Aunque no seamos de emocionarnos con el argumento de un videojuego, Celeste conmueve con su historia casi al mismo nivel que desarrolla sus plataformas diabólicas. En un mundo que tiende a sobreanalizar e intelectualizar el aspecto argumental, a veces a la fuerza, Celeste triunfa colocando un mensaje con naturalidad. Se gusta el juego contándonos una historia que nos habla con sencillez de superación personal, de cómo dejar atrás nuestros miedos o incluso de cómo fusionarnos con ellos para mejorar, para luego integrar de maravilla esos conceptos con lo brutal de su desafío. Al final, llegar a la cumbre de la montaña Celeste es un momento de emoción que puede llevarnos a soltar alguna lagrimilla por el desafío y la bella historia que nos han contado, pero lo realmente fantástico es que la diversión no se acaba tras la gesta. Sobrado de contenido, el nuevo fenómeno de la escena neo-retro tiene diversión para horas si pretendemos encontrar todas las fresas y corazones que pululan por los escenarios, o superar las caras B y C de los niveles. Jugando a esta maravilla, ha habido incluso quien se ha planteado si va a ser posible que alguien mejore un juego así, y desde luego el sabor que deja al completarlo es el de una obra monumental; de las que dejan sin palabras a quien conozca a fondo los juegos de plataformas. Hablando claro: Celeste es un imprescindible del género que, como lograba Super Meat Boy en su momento, salta directamente a las listas de lo mejor que ha visto el género en su historia.

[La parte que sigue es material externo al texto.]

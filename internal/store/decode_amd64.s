#include "textflag.h"

// RUNNING_SUM turns the eight changes in Y0 into sums running on from
// the total in Y15 (all lanes); Y1 is scratch.
#define RUNNING_SUM \
	VPSLLDQ    $4, Y0, Y1 \
	VPADDD     Y1, Y0, Y0 \
	VPSLLDQ    $8, Y0, Y1 \
	VPADDD     Y1, Y0, Y0 \
	VPSHUFD    $0xFF, Y0, Y1 \
	VPERM2I128 $0x08, Y1, Y1, Y1 \
	VPADDD     Y1, Y0, Y0 \
	VPADDD     Y15, Y0, Y0

// The curve's columns decoded eight points an instruction (decode.go has
// the same in Go, the reference the tests hold these to). Both keep a
// running sum across eight 32-bit lanes: each lane adds the lanes below
// it in its half (two shifted adds), the upper half adds the lower
// half's total, and the last lane carries on to the next eight.

// func prefixSums8AVX2(sums []uint32, fixed []byte, run uint32) (last uint32, most uint32)
// len(sums) a multiple of 8, len(fixed) ≥ 2·len(sums): the two-byte
// changes in fixed summed on from run into sums; the last sum and the
// largest change.
TEXT ·prefixSums8AVX2(SB), NOSPLIT, $0-64
	MOVQ sums_base+0(FP), DI
	MOVQ sums_len+8(FP), CX
	MOVQ fixed_base+24(FP), SI
	MOVL run+48(FP), AX
	VMOVD AX, X15
	VPBROADCASTD X15, Y15  // the running sum
	MOVL $7, AX
	VMOVD AX, X8
	VPBROADCASTD X8, Y8    // lane 7, for VPERMD
	VPXOR Y12, Y12, Y12    // the largest change
	SHRQ $3, CX

sumsLoop:
	TESTQ CX, CX
	JZ    sumsDone
	VPMOVZXWD (SI), Y0
	VPMAXUD   Y0, Y12, Y12
	RUNNING_SUM
	VMOVDQU   Y0, (DI)
	VPERMD    Y0, Y8, Y15
	ADDQ      $16, SI
	ADDQ      $32, DI
	DECQ      CX
	JMP       sumsLoop

sumsDone:
	VMOVD X15, AX
	MOVL  AX, last+56(FP)
	VEXTRACTI128 $1, Y12, X1
	VPMAXUD X1, X12, X12
	VPSHUFD $0x4E, X12, X1
	VPMAXUD X1, X12, X12
	VPSHUFD $0xB1, X12, X1
	VPMAXUD X1, X12, X12
	VMOVD X12, AX
	MOVL  AX, most+60(FP)
	VZEROUPPER
	RET

// func offsets16AVX2(out []uint16, b []byte, first int32, off int32) (chunks int, last int32, lowest int32, highest int32)
// Reads eight one-byte offset changes (zigzag) at a time from b into
// out, summed on from off, while all eight are one byte (below 0x80) and
// len(out)/8 rounds last; the durations are first, first+1, …. Returns
// the rounds read, the last offset, the lowest offset and the highest
// offset + duration (a window's end).
TEXT ·offsets16AVX2(SB), NOSPLIT, $0-76
	MOVQ out_base+0(FP), DI
	MOVQ out_len+8(FP), CX
	MOVQ b_base+24(FP), SI
	SHRQ $3, CX
	XORQ BX, BX
	MOVL off+52(FP), AX
	VMOVD AX, X15
	VPBROADCASTD X15, Y15  // the running offset
	MOVL first+48(FP), AX
	VMOVD AX, X14
	VPBROADCASTD X14, Y14
	MOVQ $0x0000000300000002, AX // lanes' durations: first + 0 … 7
	MOVQ AX, X1
	MOVQ $0x0000000100000000, AX
	MOVQ AX, X0
	VPUNPCKLQDQ X1, X0, X0       // 0 1 2 3
	MOVL $4, AX
	VMOVD AX, X2
	VPBROADCASTD X2, X2
	VPADDD X2, X0, X1            // 4 5 6 7
	VINSERTI128 $1, X1, Y0, Y0
	VPADDD Y0, Y14, Y14
	MOVL $8, AX
	VMOVD AX, X13
	VPBROADCASTD X13, Y13  // 8
	MOVL $1, AX
	VMOVD AX, X10
	VPBROADCASTD X10, Y10  // 1
	MOVL $7, AX
	VMOVD AX, X8
	VPBROADCASTD X8, Y8    // lane 7, for VPERMD
	VPXOR Y9, Y9, Y9       // 0
	MOVL $0x7fffffff, AX
	VMOVD AX, X12
	VPBROADCASTD X12, Y12  // the lowest offset
	MOVL $0x80000000, AX
	VMOVD AX, X11
	VPBROADCASTD X11, Y11  // the highest end
	MOVQ $0x8080808080808080, DX

offLoop:
	CMPQ BX, CX
	JAE  offDone
	MOVQ (SI)(BX*8), AX
	TESTQ DX, AX
	JNZ  offDone
	VPMOVZXBD (SI)(BX*8), Y0
	VPSRLD  $1, Y0, Y1
	VPAND   Y10, Y0, Y2
	VPSUBD  Y2, Y9, Y2
	VPXOR   Y2, Y1, Y0
	RUNNING_SUM
	VPMINSD Y0, Y12, Y12
	VPADDD  Y14, Y0, Y1
	VPMAXSD Y1, Y11, Y11
	VPADDD  Y13, Y14, Y14
	VPERMD  Y0, Y8, Y15
	VEXTRACTI128 $1, Y0, X1
	VPACKUSDW X1, X0, X0
	MOVQ    BX, R8
	SHLQ    $4, R8
	VMOVDQU X0, (DI)(R8*1)
	INCQ    BX
	JMP     offLoop

offDone:
	MOVQ BX, chunks+56(FP)
	VMOVD X15, AX
	MOVL AX, last+64(FP)
	VEXTRACTI128 $1, Y12, X1
	VPMINSD X1, X12, X12
	VPSHUFD $0x4E, X12, X1
	VPMINSD X1, X12, X12
	VPSHUFD $0xB1, X12, X1
	VPMINSD X1, X12, X12
	VMOVD X12, AX
	MOVL AX, lowest+68(FP)
	VEXTRACTI128 $1, Y11, X1
	VPMAXSD X1, X11, X11
	VPSHUFD $0x4E, X11, X1
	VPMAXSD X1, X11, X11
	VPSHUFD $0xB1, X11, X1
	VPMAXSD X1, X11, X11
	VMOVD X11, AX
	MOVL AX, highest+72(FP)
	VZEROUPPER
	RET
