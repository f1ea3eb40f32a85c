//go:build !amd64

package store

var haveAVX2 = false

func prefixSums8(sums []uint32, fixed []byte, run uint32) (last uint32, most uint32) {
	return prefixSums8Go(sums, fixed, run)
}

func offsets16(out []uint16, b []byte, first int32, off int32) (chunks int, last int32, lowest int32, highest int32) {
	return offsets16Go(out, b, first, off)
}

 La única pega que se nos ocurre no lo es tanto, ya que es al mismo tiempo una fortaleza. Ante despliegues así a nivel de diseño, nunca faltan las críticas a un aspecto gráfico que apuesta de forma voluntaria por el minimalismo y el homenaje (idealizado, que todo el mundo tenga esto claro) a los gráficos de épocas pasadas. Visualizar Celeste a base de pantallazos o en un tráiler de un par de minutos no permite hacernos una idea de su solvencia técnica, sobre todo porque nos perdemos unos últimos niveles que nos han parecido bellísimos a su manera en lo visual. Tampoco dan fe de una banda sonora de muchísia entidad o, en definitiva, de hasta qué punto es una obra solvente en todas las facetas que importan. Celeste, un humilde juego que va de escalar una montaña, es ya uno de los indies de oro si buscamos un desafío rotundo, pero añade a ese reto elementos de sobra como para convertirse en mucho más.

Que no paren los saltos

Pongamos donde pongamos el comienzo de esta vertiente de los plataformas más hardcore, el momento que viven es sensacional como podrá comprobar quien tenga el valor de completar todos los juegos por los que hoy transitamos. No son para nada los únicos de una tendencia ya muy firme, sino solamente los que más nos llaman la atención de entre lo más reciente. Sin duda los próximos meses nos traerán nuevos ejemplos, amén de la nueva versión del glorioso Donkey Kong Country: Tropical Freeze para Switch, otro por el que no pasarán los años. Los nueve millones de copias de Super Mario Odyssey bien pueden haber sentado bases para parte de lo que veremos en las plataformas los próximos años, pero incluso sin esta obra maestra, que lo es, el género eterno no necesitaba en realidad inventarse de nuevo a sí mismo. Lo demuestran estos juegos para usuarios exigentes, porque ese es el adjetivo que hace más justicia a los herederos de Super Meat Boy y los demás: las propuestas más clásicas aún tienen mucho margen de desarrollo si un juego como Celeste causa tanto revuelo. Esto siempre es buena noticia: lo seguiremos disfrutando.